@dataclass(frozen=True)
class JumpTarget:
    """A stable equilibrium on a traced branch at a given parameter value."""

    trace: str
    state: Mapping[str, float]  # interpolated between computed points


@dataclass(frozen=True)
class OperatingMargin:
    """Stability at a trace's start value and the margins to the nearest changes."""

    trace: str
    vary: str
    start_value: float
    stable: bool
    unstable_count: int
    decreasing: SideMargin
    increasing: SideMargin
    # other stable equilibria traced at the start value (a second state to fall into)
    coexisting: tuple[JumpTarget, ...] = ()


@dataclass(frozen=True)
class HysteresisWindow:
    """Two consecutive folds on one trace."""

    trace: str
    vary: str
    low: float
    high: float
    width: float
    bistable: bool  # outer parts stable and the middle unstable: a true hysteresis loop


# --------------------------------------------------------------------------- formatting


def fmt(value: Any, digits: int = VALUE_DIGITS) -> str:
    """A number with ``digits`` significant digits; missing values as an em dash."""
    if value is None:
        return "—"
    try:
        number = float(value)
    except (TypeError, ValueError):
        return str(value)
    if math.isnan(number):
        return "—"
    text = f"{number:.{digits}g}"
    return "0" if text == "-0" else text


def kind_words(kind: str) -> str:
    """The trade name of an event kind, in words."""
    return KIND_WORDS.get(kind, kind.replace("_", " "))


def event_label(event: Mapping[str, Any]) -> str:
    """Short label of an event: ``fold``, ``Hopf (subcritical)``, ``branch point (pitchfork)``."""
    words = kind_words(str(event.get("kind", "")))
    qualifier = event.get("criticality") or event.get("branching")
    return f"{words} ({qualifier})" if qualifier else words


def _escape(text: Any) -> str:
    return str(text).replace("|", "\\|").replace("\n", " ")


def _table(header: Sequence[str], rows: Iterable[Sequence[Any]]) -> str:
    lines = ["| " + " | ".join(header) + " |", "|" + "|".join("---" for _ in header) + "|"]
    lines += ["| " + " | ".join(_escape(cell) for cell in row) + " |" for row in rows]
    return "\n".join(lines)


def _period(event: Mapping[str, Any]) -> float | None:
    period = event.get("period")
    if period is not None:
        return float(period)
    frequency = event.get("frequency")
    if frequency:
        return 2.0 * math.pi / float(frequency)
    return None


def _state_text(state: Mapping[str, float], digits: int = 6) -> str:
    if not state:
        return "—"
    items = list(state.items())
    if len(items) > MAX_STATES_SHOWN:
        norm = math.sqrt(sum(float(v) ** 2 for _, v in items))
        return f"norm {fmt(norm, digits)} ({len(items)} states)"
    return ", ".join(f"{name} = {fmt(value, digits)}" for name, value in items)


# --------------------------------------------------------------------------- table access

▸ **Instructions to follow**: Return each line of the data that contains the string "qualifier".

▸ **Solution to this task**:
    qualifier = event.get("criticality") or event.get("branching")
    return f"{words} ({qualifier})" if qualifier else words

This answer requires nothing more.